This article first appeared on n-tv.de
In the fight against climate change, the search for CO?-free energy suppliers is currently one of the most urgent tasks facing humanity. A new study now shows one approach: it could change the way we generate energy from sunlight. A research team from the University of Cambridge, the University of Rostock and the Ruhr University Bochum investigated the process of photosynthesis in plants. They found a possible way of using natural reaction accelerators, so-called photosystems, to develop biological solar cells. The study was published in the renowned journal “Nature”.
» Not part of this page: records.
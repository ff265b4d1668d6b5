"""The line that says which sample a number comes from."""

from __future__ import annotations

from typing import TYPE_CHECKING

from soffit.present.spec import NumberForm
from soffit.present.wording.numbers import join_names, plural, show
from soffit.settings import ErrorType, Histories

if TYPE_CHECKING:
    from soffit.study import FactorRegression, Study

__all__ = ["errors_phrase", "sample_line", "span_phrase"]


def span_phrase(study: Study) -> str:
    """Write the span of the sample: ``1949-01 to 2017-03``."""
    dates = study.sample().returns.index
    return f"{show(dates[0], NumberForm.DATE)} to {show(dates[-1], NumberForm.DATE)}"


def errors_phrase(regression: FactorRegression) -> str:
    """Write which standard errors were used, with lags and reference distribution."""
    choice = regression.choice
    fit = regression.pieces[0][1].fit
    name = "classical" if choice.kind is ErrorType.CLASSICAL else str(choice.kind)
    if choice.kind is ErrorType.HAC:
        lags = regression.table["lags"]
        span = f"{lags.min()}" if lags.min() == lags.max() else f"{lags.min()} to {lags.max()}"
        name = f"Newey–West errors, {span} lags by the rule '{choice.lag_rule}'"
    else:
        name += " errors"
    if not fit.uses_t:
        return f"{name}, normal reference"
    degrees = {piece.fit.df for _, piece in regression.pieces}
    return f"{name}, t({degrees.pop()})" if len(degrees) == 1 else f"{name}, t with each asset's own df"


def sample_line(study: Study) -> str:
    """Write span, T, N, K, frequency, error type and dropped rows.

    Returns
    -------
    str
        One line for a panel's head and a memo's footnote.
    """
    sample, regression = study.sample(), study.regression()
    periods = sorted({len(block.dates) for block, _ in regression.pieces})
    noun = sample.frequency.noun + "s"
    span = f"T = {periods[0]:,}" if len(periods) == 1 else f"T = {periods[0]:,} to {periods[-1]:,}"
    if sample.histories is Histories.COMMON:
        block = regression.pieces[0][0]
        first, last = block.dates[0], block.dates[-1]
        dates = f"{show(first, NumberForm.DATE)} to {show(last, NumberForm.DATE)}"
        unused = len(sample.returns) - len(block.dates)
    else:
        dates, unused = span_phrase(study), 0
    factors = join_names(sample.factor_names) or "none"
    parts = [
        dates,
        f"{span} {noun}",
        f"N = {len(sample.assets):,}",
        f"K = {len(sample.factor_names)} ({factors})",
        errors_phrase(regression),
        f"{plural(study.record.dropped_rows, 'row')} dropped at intake",
    ]
    if unused:
        parts.append(f"{plural(unused, noun[:-1])} outside the common sample")
    return " · ".join(parts)
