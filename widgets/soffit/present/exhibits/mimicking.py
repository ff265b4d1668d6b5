"""Mimicking portfolios as a page: weights, and how much of each non-traded factor they span."""

from __future__ import annotations

from soffit.present.spec import Column, Exhibit, NumberForm, TableSpec
from soffit.present.wording.hedge import mimicking_finding
from soffit.present.wording.numbers import plural, show
from soffit.study import Mimicking, Study

__all__ = ["exhibit", "weights_table"]


def exhibit(study: Study, found: Mimicking) -> Exhibit:
    """Build the exhibit of portfolios made by ``study.mimicking(...)``."""
    return Exhibit(
        key="hedge-mimicking",
        title="Mimicking portfolios of non-traded factors",
        sample=_sample(study, found),
        finding=mimicking_finding(found),
        tables=(weights_table(study, found),),
        sources=("breeden-gibbons-litzenberger-1989", "lamont-2001"),
        cautions=("A portfolio hedges only the part of a factor that its base assets span.",),
    )


def _sample(study: Study, found: Mimicking) -> str:
    dates = found.returns.index
    span = f"{show(dates[0], NumberForm.DATE)} to {show(dates[-1], NumberForm.DATE)}"
    noun = study.panel.frequency.noun
    return f"{span} · weights from {plural(found.periods, noun)} · {plural(found.weights.shape[1], 'base asset')}"


def weights_table(study: Study, found: Mimicking) -> TableSpec:
    """Tabulate the weights, one row a non-traded factor."""
    frame = found.weights.copy()
    frame.insert(0, "r2", found.r2)
    frame.insert(1, "p", [found.tests[str(name)].pvalue for name in frame.index])
    columns = (
        Column("r2", "Spanned", NumberForm.SHARE),
        Column("p", "p of none", NumberForm.PVALUE),
        *(Column(str(name), str(name), NumberForm.RATIO) for name in found.weights),
    )
    return TableSpec(
        key="hedge-mimicking",
        title="Mimicking portfolios",
        columns=columns,
        frame=frame,
        index_heading="Factor",
        footnote=(
            f"{_sample(study, found)}. Weights are slopes on a constant and the base's excess returns; one unit "
            "moves one for one with the spanned part of the factor. p: F test that the base does not move with "
            "the factor."
        ),
    )
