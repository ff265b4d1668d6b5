"""The ceiling's sentences."""

from __future__ import annotations

from soffit.estimate.statistic import NotApplicable
from soffit.present.spec import Finding, NumberForm
from soffit.present.wording.numbers import join_names, plural, show
from soffit.settings import CeilingForm
from soffit.study import CeilingFacts

__all__ = ["ceiling_finding"]

_FORM = {
    CeilingForm.ALONE: "hedged on their own",
    CeilingForm.ON_FACTORS: "on top of the factors",
    CeilingForm.TOGETHER: "on top of the factors",
}


def ceiling_finding(facts: CeilingFacts) -> Finding:
    """Say how many alphas do not fit and which, the joint p-value, the lowest ceiling and the factors' share."""
    sentences = [_alphas(facts), *_together(facts), _joint(facts)]
    return Finding(" ".join(sentences))


def _ratio(value: float) -> str:
    return show(value, NumberForm.RATIO)


def _alphas(facts: CeilingFacts) -> str:
    ceiling = f"a Sharpe ceiling of {_ratio(facts.ceiling)} a year"
    if facts.undefined:
        return (
            f"{ceiling[0].upper()}{ceiling[1:]} is below what the factors alone earned in this sample, "
            f"{_ratio(facts.factors)}: no alpha can be judged on top of them."
        )
    count = len(facts.exceeding)
    if not count:
        every = "the one alpha fits" if facts.count == 1 else f"all {facts.count:,} alphas fit"
        return f"At {ceiling} {every} {_FORM[facts.form]}."
    verb = "does not fit" if count == 1 else "do not fit"
    return (
        f"At {ceiling}, {count:,} of {plural(facts.count, 'alpha')} {verb} {_FORM[facts.form]} "
        f"({join_names(facts.exceeding)}), {_surely(count, facts.outside)}."
    )


def _surely(count: int, outside: int) -> str:
    if outside == 0:
        return "though within sampling error" if count == 1 else "all within sampling error"
    if outside < count:
        return f"{outside:,} of them by more than sampling error"
    return "by more than sampling error" if count == 1 else "all by more than sampling error"


def _together(facts: CeilingFacts) -> list[str]:
    if (
        facts.form is not CeilingForm.TOGETHER
        or facts.undefined
        or isinstance(facts.fits_together, NotApplicable)
    ):
        return []
    return ["As estimated, all alphas together " + ("fit." if facts.fits_together else "do not fit.")]


def _joint(facts: CeilingFacts) -> str:
    earned = f"the factors already earn {_ratio(facts.factors)}"
    if isinstance(facts.pvalue, NotApplicable) or isinstance(facts.lowest, NotApplicable):
        reason = facts.pvalue.reason if isinstance(facts.pvalue, NotApplicable) else ""
        return f"There is no joint test: {reason}; {earned}."
    size = show(facts.size, NumberForm.SHARE)
    lowest = (
        f"the lowest ceiling not rejected at {size} is {_ratio(facts.lowest)}"
        if facts.rejects_zero
        else f"no ceiling above the factors' own is rejected at {size}"
    )
    return (
        f"Jointly, p = {show(facts.pvalue, NumberForm.PVALUE)} for a best Sharpe ratio of "
        f"{_ratio(facts.ceiling)} or less; {lowest}, and {earned}."
    ).replace("p = <", "p < ")
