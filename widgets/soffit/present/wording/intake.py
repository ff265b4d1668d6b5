"""Sentences about what came in."""

from __future__ import annotations

from soffit.intake import Severity
from soffit.present.spec import Finding, NumberForm
from soffit.present.wording.numbers import plural, show
from soffit.present.wording.sample import span_phrase
from soffit.study import Study
from soffit.study.vintage import VintageEffect

__all__ = ["intake_finding", "vintage_finding"]


def intake_finding(study: Study) -> Finding:
    """Say what the panel holds, what was dropped, and how much needs a look."""
    record, panel = study.record, study.panel
    rows = record.rows
    into, used = int(rows["in"].sum()), int(rows["used"].sum())
    dropped, merged = record.dropped_rows, int(rows["merged"].sum())
    repaired = sum(entry.severity is Severity.REPAIRED for entry in record.entries)
    away = (
        f"{plural(dropped, 'row')} dropped and {merged:,} merged"
        if merged
        else f"{plural(dropped, 'row')} dropped"
    )
    return Finding(
        f"{plural(panel.assets.shape[1], 'asset')} and {plural(panel.factors.shape[1], 'traded factor')}, "
        f"{panel.frequency.value}, {span_phrase(study)}: of {into:,} rows read {used:,} are used, {away}. "
        f"The record holds {plural(len(record.warnings), 'warning')} and {plural(repaired, 'repair')}."
    )


def vintage_finding(effect: VintageEffect) -> Finding:
    """Say what changed between two vintages and what it does to the alphas."""
    comparison, table = effect.comparison, effect.table
    if not len(comparison.changes):
        return Finding("The two vintages agree in every value that both have; the alphas are the same.")
    series = comparison.changes["series"].nunique()
    place = int(table["change"].abs().to_numpy().argmax())
    worst, change = table.index[place], float(table["change"].iloc[place])
    return Finding(
        f"{plural(len(comparison.changes), 'value')} of {plural(series, 'factor')} changed between the vintages. "
        f"The largest change of an alpha is {show(change, NumberForm.PERCENT)} a year, "
        f"for {worst}."
    )
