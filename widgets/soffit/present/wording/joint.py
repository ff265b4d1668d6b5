"""Sentences beside the joint test: the asymptotic tests, the large-N test, the assumptions and the power."""

from __future__ import annotations

from soffit.estimate.statistic import NotApplicable
from soffit.judge.large_n import LargeN
from soffit.judge.wald import WaldTests
from soffit.present.spec import NumberForm
from soffit.present.wording.numbers import plural, show
from soffit.present.wording.sample import sample_line
from soffit.study import JointPower, ResidualAssumptions, Study

__all__ = ["assumptions_sentence", "joint_sample", "large_n_sentence", "power_sentence", "wald_caution"]


def joint_sample(study: Study) -> str:
    """Write the sample line as a sentence, and which block the joint results use if that is not all of it."""
    test = study.joint_test()
    line = f"{sample_line(study)}."
    if test.left_out:
        line += f" Joint results on {plural(test.alphas.count, 'asset')} and T = {test.alphas.periods:,}."
    return line


def large_n_sentence(test: LargeN, size: float) -> str:
    """Say what the large-N test finds, or why there is none."""
    statistic = test.test
    if isinstance(statistic, NotApplicable):
        return f"There is no large-N test either: {statistic.reason}."
    verdict = "rejects" if statistic.pvalue < size else "does not reject"
    pvalue = f"p = {show(statistic.pvalue, NumberForm.PVALUE)}".replace("= <", "< ")
    return f"The large-N test {verdict} zero alphas at {show(size, NumberForm.SHARE)} ({pvalue})."


def wald_caution(tests: WaldTests) -> str:
    """Say how often the asymptotic Wald test rejects alphas that are truly zero; empty where it hardly errs."""
    size = tests.classical_size
    if isinstance(size, NotApplicable) or size.actual <= 1.2 * size.nominal:
        return ""
    return (
        "The asymptotic Wald tests reject too often in this sample: the classical one rejects truly zero alphas "
        f"{show(size.actual, NumberForm.SHARE)} of the time at a nominal {show(size.nominal, NumberForm.SHARE)} "
        "with normal residuals; the robust ones can err more."
    )


def assumptions_sentence(assumptions: ResidualAssumptions) -> str:
    """Say for how many assets an assumption of the joint test fails."""
    summary = assumptions.summary
    words = {
        "Ljung-Box": "autocorrelation",
        "Breusch-Pagan": "heteroskedasticity",
        "Jarque-Bera": "normality",
    }
    tested = summary[summary["assets"] > 0]
    if tested.empty:
        return "The residuals are too few to check the test's assumptions."
    parts = [
        f"{words[str(name)]} for {row['after_holm']:,} of {row['assets']:,} assets"
        for name, row in tested.iterrows()
    ]
    size = show(1.0 - assumptions.joint.regression.level, NumberForm.SHARE)
    return f"Residual checks fail at {size}, adjusted over the assets: {', '.join(parts)}."


def power_sentence(power: JointPower) -> str:
    """Say what the test could have found, and how long a sample would have to be."""
    against = show(power.against, NumberForm.RATIO)
    goal = show(power.goal, NumberForm.SHARE)
    if isinstance(power.power, NotApplicable) or isinstance(power.detectable, NotApplicable):
        found = ""
    elif power.against <= power.factors_sharpe:
        return (
            f"A best Sharpe ratio of {against} a year needs no alpha, since the factors earn "
            f"{show(power.factors_sharpe, NumberForm.RATIO)}; the test finds one of "
            f"{show(power.detectable, NumberForm.RATIO)} with {goal} probability."
        )
    else:
        found = (
            f"If the best Sharpe ratio were {against} a year, the GRS test would reject with "
            f"{show(power.power, NumberForm.SHARE)} probability; it finds {show(power.detectable, NumberForm.RATIO)} "
            f"with {goal}. "
        )
    if isinstance(power.periods_needed, NotApplicable):
        return f"{found}No sample length gives {goal} power against {against}: {power.periods_needed.reason}."
    return (
        f"{found}For {goal} power against {against} a year it needs T = "
        f"{show(power.periods_needed, NumberForm.COUNT)}; there are {show(power.grs.periods, NumberForm.COUNT)}."
    )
According to a statement by the Ruhr University, this “breakthrough” calls into question the previous model for the basic functioning of photosynthesis. Until now, it was assumed that the photo systems would inevitably have to show high energy losses due to their construction principle – at the end of the process, depending on the organism, less than one percent of the original light energy is chemically bound. According to the researchers, however, the new study was able to show that the high losses during photosynthesis could in principle be avoided.
The highlight: the scientists succeeded for the first time in extracting electrons directly from the initial stages of photosynthesis. “Our results enable completely new concepts for the design of biological solar cells, which – at least theoretically – could significantly improve efficiency,” said Marc Nowaczyk, head of the Chair of Biochemistry at the University of Rostock and co-author of the study, according to the release.
Biological reaction accelerators, called enzymes, are already an integral part of everyday life. They are used, for example, as additives in detergents, refine foods or are used in large-scale processes to produce medicines or raw materials for the chemical industry. In contrast to chemical catalysts, they only react with specific substances and thus produce very targeted products. Furthermore, biological reaction accelerators do not require any precious metals or other rare raw materials.
“In nature, solutions have always prevailed that are not limited by the availability of raw materials,” says Nowaczyk. The findings are now to be used to develop innovative hybrid systems that use biological catalysts and light energy to generate hydrogen as an energy carrier. But the scientist also emphasizes: “It is still a long way to go before this is actually used in practice and further research is required.”